The current state of the art in continuous glucose monitoring (CGM) is largely adjunctive, meaning that the readings provided by a CGM device (including, e.g., an implantable or subcutaneous sensor) cannot be used without a reference value in order to make a clinical decision. The reference value, in turn, must be obtained from a finger stick using, e.g., a BG meter. The reference value is needed because there is a limited amount of information that is available from the sensor/sensing component. Specifically, the only pieces of information that are currently provided by the sensing component for processing are the raw sensor value (i.e., the sensor current or Isig) and the counter voltage. Therefore, during analysis, if it appears that the raw sensor signal is abnormal (e.g., if the signal is decreasing), the only way one can distinguish between a sensor failure and a physiological change within the user/patient (i.e., glucose level changing in the body) is by acquiring a reference glucose value via a finger stick. As is known, the reference finger stick is also used for calibrating the sensor.

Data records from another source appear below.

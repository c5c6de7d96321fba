//! Small changes of all coefficients.

use crate::model::{Batch, ConditionValue, Linearised, Model};
use crate::tolerance;

/// A relative change of all coefficients, by which the sensitivity of the answer to the rounding of the
/// data is felt: every coefficient of an equation gets the factor 1 + size or 1 - size.
#[derive(Debug, Clone, Copy, PartialEq)]
pub(crate) struct Perturbation {
    /// Relative size; 0 changes nothing.
    size: f64,
    /// Which signs: 0, 1, 2 alternate by a bit of the column's number, so that any two of eight neighbouring
    /// coefficients of an equation differ in one of the three; from 3 on by a hash that also differs from piece to piece.
    pattern: u32,
}

impl Perturbation {
    /// No change.
    pub const NONE: Self = Self { size: 0.0, pattern: 0 };
    /// Number of patterns that make a good sample.
    pub const PATTERNS: u32 = 4;

    /// A change of the usual size with one of the patterns.
    pub fn nudge(pattern: u32) -> Self {
        Self { size: tolerance::NUDGE, pattern }
    }

    fn sign(&self, piece: usize, row: usize, column: usize) -> f64 {
        let by_bits = self.pattern < 3;
        let parts = if by_bits { [0, row as u64, 0] } else { [piece as u64 + 1, row as u64, column as u64] };
        // splitmix64, one step per part
        let mut h = 2385 + u64::from(self.pattern);
        for part in parts {
            h = (h ^ part).wrapping_add(0x9E37_79B9_7F4A_7C15);
            h = (h ^ (h >> 30)).wrapping_mul(0xBF58_476D_1CE4_E5B9);
            h = (h ^ (h >> 27)).wrapping_mul(0x94D0_49BB_1331_11EB);
            h ^= h >> 31;
        }
        let bit = if by_bits { (column >> self.pattern) as u64 & 1 } else { 0 };
        if (h >> 63) ^ bit == 0 { 1.0 } else { -1.0 }
    }

    /// A coefficient changed by its size, or by as many times its known rounding error as the usual one is nudged.
    fn changed(&self, value: f64, bound: f64, sign: f64) -> f64 {
        let known = bound / (tolerance::ROUNDOFF * tolerance::DATA);
        value + sign * self.size * value.abs().max(known)
    }

    /// Changes the equations at the nodes of a batch.
    pub fn apply(&self, model: &dyn Model, batch: &Batch<'_>, equations: &mut Linearised) {
        if self.size == 0.0 {
            return;
        }
        let layout = model.layout();
        let (jets, constants, n) = (layout.jets(), layout.constants(), batch.x.len());
        let mut bounds = Linearised::default();
        bounds.reset(layout, n);
        if !model.equation_rounding(batch, &mut bounds) {
            bounds.reset(layout, n);
        }
        for row in 0..layout.unknowns() {
            let change = |values: &mut [f64], bounds: &[f64], column: usize| {
                let sign = self.sign(batch.piece, row, column);
                values.iter_mut().zip(bounds).for_each(|(v, b)| *v = self.changed(*v, *b, sign));
            };
            for jet in 0..jets {
                let at = (row * jets + jet) * n..(row * jets + jet + 1) * n;
                change(&mut equations.jets[at.clone()], &bounds.jets[at], jet);
            }
            for c in 0..constants {
                let at = (row * constants + c) * n..(row * constants + c + 1) * n;
                change(&mut equations.constants[at.clone()], &bounds.constants[at], jets + c);
            }
            let at = row * n..(row + 1) * n;
            change(&mut equations.residual[at.clone()], &bounds.residual[at], jets + constants);
        }
    }

    /// Changes a condition at the state it was evaluated at.
    pub fn apply_condition(
        &self,
        model: &dyn Model,
        index: usize,
        jets: &[f64],
        constants: &[f64],
        value: &mut ConditionValue,
    ) {
        if self.size == 0.0 {
            return;
        }
        let places = model.conditions()[index].places.len();
        let mut bounds = ConditionValue::default();
        bounds.reset(model.layout(), places);
        if !model.condition_rounding(index, jets, constants, &mut bounds) {
            bounds.reset(model.layout(), places);
        }
        let row = 1_000_000 + index;
        let entries = value.jets.iter_mut().chain(value.constants.iter_mut()).chain([&mut value.residual]);
        let known = bounds.jets.iter().chain(&bounds.constants).chain([&bounds.residual]);
        for (column, (entry, bound)) in entries.zip(known).enumerate() {
            *entry = self.changed(*entry, *bound, self.sign(0, row, column));
        }
    }
}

The art has searched for ways to eliminate or, at the very least, minimize, the number of finger sticks that are necessary for calibration and for assessing sensor health. However, given the number and level of complexity of the multitude of sensor failure modes, no satisfactory solution has been found. At most, diagnostics have been developed that are based on either direct assessment of the Isig, or on comparison of two Isigs. In either case, because the Isig tracks the level of glucose in the body, by definition, it is not analyte independent. As such, by itself, the Isig is not a reliable source of information for sensor diagnostics, nor is it a reliable predictor for continued sensor performance.
Another limitation that has existed in the art thus far has been the lack of sensor electronics that can not only run the sensor, but also perform real-time sensor and electrode diagnostics, and do so for redundant electrodes, all while managing the sensor's power supply. To be sure, the concept of electrode redundancy has been around for quite some time. However, up until now, there has been little to no success in using electrode redundancy not only for obtaining more than one reading at a time, but also for assessing the relative health of the redundant electrodes, the overall reliability of the sensor, and the frequency of the need, if at all, for calibration reference values.

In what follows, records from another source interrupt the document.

//! Text to tokens.
//!
//! Units are read here, for only a number decides that a unit may follow.

use super::{Comparison, LONGEST, Span, SyntaxError};
use crate::unit::{self, Unit};

#[derive(Debug, Clone, PartialEq)]
pub(super) enum Token {
    Number { value: f64, unit: Option<(Box<Unit>, Span)> },
    Name(String),
    Prime,
    Plus,
    Minus,
    Star,
    Slash,
    Caret,
    Open,
    Close,
    Comma,
    Equals,
    Compare(Comparison),
    End,
}

pub(super) fn starts_name(c: char) -> bool {
    // Modifier letters (U+02B0..) look like primes and accents.
    c == '_' || (c.is_alphabetic() && !('\u{2b0}'..='\u{2ff}').contains(&c))
}

pub(super) fn continues_name(c: char) -> bool {
    starts_name(c) || c.is_ascii_digit()
}

/// Micro and ohm signs to the Greek letters they look like.
pub(super) fn normal(name: &str) -> String {
    name.replace('\u{b5}', "\u{3bc}").replace('\u{2126}', "Ω")
}

/// All tokens with their places, [`Token::End`] last.
pub(super) fn tokens(text: &str) -> Result<Vec<(Token, Span)>, SyntaxError> {
    if text.len() > LONGEST {
        return Err(SyntaxError::new(
            0..0,
            format!("a formula of more than {LONGEST} bytes"),
            Some("give parts of it names of their own"),
        ));
    }
    let mut lexer = Lexer { text, at: 0 };
    let mut tokens = Vec::new();
    loop {
        lexer.skip(char::is_whitespace);
        let start = lexer.at;
        let token = lexer.token()?;
        let end = token == Token::End;
        tokens.push((token, start..lexer.at));
        if end {
            return Ok(tokens);
        }
    }
}

struct Lexer<'a> {
    text: &'a str,
    at: usize,
}

impl<'a> Lexer<'a> {
    fn rest(&self) -> &'a str {
        &self.text[self.at..]
    }

    fn peek(&self) -> Option<char> {
        self.rest().chars().next()
    }

    /// Passes over what `wanted` accepts and returns it.
    fn skip(&mut self, wanted: impl Fn(char) -> bool) -> &'a str {
        let rest = self.rest();
        let end = rest.find(|c| !wanted(c)).unwrap_or(rest.len());
        self.at += end;
        &rest[..end]
    }

    fn token(&mut self) -> Result<Token, SyntaxError> {
        let Some(c) = self.peek() else {
            return Ok(Token::End);
        };
        let next = self.rest()[c.len_utf8()..].chars().next();
        if c.is_ascii_digit() || (c == '.' && next.is_some_and(|c| c.is_ascii_digit())) {
            return self.number();
        }
        if starts_name(c) {
            return Ok(Token::Name(normal(self.skip(continues_name))));
        }
        let pair = |second: char| next == Some(second);
        let (token, length) = match c {
            '*' if pair('*') => return Err(self.wrong(2, "a power is written with ^")),
            '=' if pair('=') => return Err(self.wrong(2, "an equation is written with one =")),
            '<' if pair('>') => return Err(self.wrong(2, "there is no test for `unequal`")),
            '<' if pair('=') => (Token::Compare(Comparison::LessEqual), 2),
            '>' if pair('=') => (Token::Compare(Comparison::GreaterEqual), 2),
            '<' => (Token::Compare(Comparison::Less), 1),
            '>' => (Token::Compare(Comparison::Greater), 1),
            '≤' => (Token::Compare(Comparison::LessEqual), 3),
            '≥' => (Token::Compare(Comparison::GreaterEqual), 3),
            '+' => (Token::Plus, 1),
            '-' => (Token::Minus, 1),
            '−' => (Token::Minus, 3),
            '*' => (Token::Star, 1),
            '/' => (Token::Slash, 1),
            '^' => (Token::Caret, 1),
            '(' => (Token::Open, 1),
            ')' => (Token::Close, 1),
            ',' => (Token::Comma, 1),
            '=' => (Token::Equals, 1),
            '\'' => (Token::Prime, 1),
            _ => return Err(self.stray(c)),
        };
        self.at += length;
        Ok(token)
    }

    /// An error about the next `length` bytes.
    fn wrong(&self, length: usize, hint: &str) -> SyntaxError {
        let span = self.at..self.at + length;
        let message = format!("`{}` is not understood", &self.text[span.clone()]);
        SyntaxError::new(span, message, Some(hint))
    }

    fn stray(&self, c: char) -> SyntaxError {
        let hint = match c {
            '·' | '⋅' | '×' | '∗' | '•' => "a product is written with *",
            '÷' | '∕' | ':' => "a quotient is written with /",
            '–' | '—' | '‐' | '‑' => "write the minus sign -",
            '²' => "write ^2",
            '³' => "write ^3",
            '⁻' => "write ^-1",
            '√' => "write sqrt(...)",
            '‘' | '’' | '′' | '`' | '´' | 'ʹ' | 'ʼ' => "a derivative is written with the plain mark '",
            '"' | '“' | '”' | '″' | 'ʺ' => "a second derivative is written with two plain marks ''",
            '[' | ']' => "square brackets hold a unit behind a number: 12 [kN*m]",
            '{' | '}' => "use round parentheses",
            '&' => "write `and`",
            '|' => "write `or`; the size of x is abs(x)",
            '!' | '≠' => "there is no test for `unequal`; use < and >",
            '%' => "write 50 % with a blank, or 0.5",
            '°' => "write 20 degC or 30 deg",
            ';' => "arguments are separated by a comma",
            '∞' => "write inf",
            _ => "",
        };
        let mut error = self.wrong(c.len_utf8(), hint);
        error.hint = error.hint.filter(|hint| !hint.is_empty());
        error
    }

    fn number(&mut self) -> Result<Token, SyntaxError> {
        let start = self.at;
        self.skip(|c| c.is_ascii_digit());
        if self.peek() == Some('.') {
            self.at += 1;
            self.skip(|c| c.is_ascii_digit());
        }
        let mantissa = self.at;
        if matches!(self.peek(), Some('e' | 'E')) {
            self.at += 1;
            if matches!(self.peek(), Some('+' | '-')) {
                self.at += 1;
            }
            if self.skip(|c| c.is_ascii_digit()).is_empty() {
                self.at = mantissa;
            }
        }
        let span = start..self.at;
        let digits = &self.text[span.clone()];
        let value: f64 =
            digits.parse().map_err(|_| SyntaxError::new(span.clone(), format!("`{digits}` is not a number"), None))?;
        let zero = self.text[start..mantissa].bytes().all(|b| b == b'0' || b == b'.');
        if !value.is_finite() || (value == 0.0 && !zero) {
            let message = "this number is outside the range of about 1e-308 to 1e308";
            return Err(SyntaxError::new(span, message, None));
        }
        if let Some(c) = self.peek() {
            if c == '.' {
                let span = start..self.at + 1;
                return Err(SyntaxError::new(span, "a number with two points", None));
            }
            if continues_name(c) || matches!(c, '%' | '°') {
                return Err(self.glued(start));
            }
        }
        Ok(Token::Number { value, unit: self.unit()? })
    }

    /// A number with a word glued to it: `2x`, `40mm`, `50%`.
    fn glued(&mut self, start: usize) -> SyntaxError {
        let number = &self.text[start..self.at];
        let word = self.skip(|c| continues_name(c) || matches!(c, '%' | '°'));
        let known = unit::scan(word).ok().flatten().is_some_and(|(_, n)| n == word.len());
        let named = word.chars().all(continues_name);
        let hint = if let Some(digits) = word.strip_prefix('_') {
            format!("digits are not grouped: write {number}{digits}")
        } else if known && named {
            format!("write {number} {word} for the unit, {number}*{word} for a product")
        } else if known {
            format!("write {number} {word}, with a blank")
        } else {
            format!("write {number}*{word}")
        };
        let message = format!("`{number}{word}` is not understood");
        SyntaxError::new(start..self.at, message, Some(&hint))
    }

    /// The unit behind a number: `[kN*m]`, or as much as can be read behind a blank.
    fn unit(&mut self) -> Result<Option<(Box<Unit>, Span)>, SyntaxError> {
        let before = self.at;
        self.skip(char::is_whitespace);
        let start = self.at;
        let c = self.peek();
        if c == Some('[') {
            let Some(length) = self.rest().find(']') else {
                let message = "this bracket is not closed";
                return Err(SyntaxError::new(start..start + 1, message, None));
            };
            let inner = start + 1..start + length;
            let unit =
                Unit::parse(&self.text[inner.clone()], true).map_err(|e| SyntaxError::in_unit(inner.start, e))?;
            self.at = start + length + 1;
            return Ok(Some((Box::new(unit), inner)));
        }
        if start > before && c.is_some_and(|c| continues_name(c) || matches!(c, '%' | '°')) {
            let found = unit::scan(self.rest()).map_err(|e| SyntaxError::in_unit(start, e))?;
            if let Some((unit, length)) = found {
                self.at = start + length;
                return Ok(Some((Box::new(unit), start..self.at)));
            }
        }
        self.at = before;
        Ok(None)
    }
}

In addition, even when redundant sensing electrodes have been used, the number has typically been limited to two. Again, this has been due partially to the absence of advanced electronics that run, assess, and manage a multiplicity of independent working electrodes (e.g., up to 5 or more) in real time. Another reason, however, has been the limited view that redundant electrodes are used in order to obtain “independent” sensor signals and, for that purpose, two redundant electrodes are sufficient. As noted, while this is one function of utilizing redundant electrodes, it is not the only one.
There have also been attempts in the art to detect the presence of interferents in the sensor's environment, and to assess the effect(s) of such interferents on the glucose sensor. However, heretofore, no glucose-independent means for performing such detection and assessment have been found.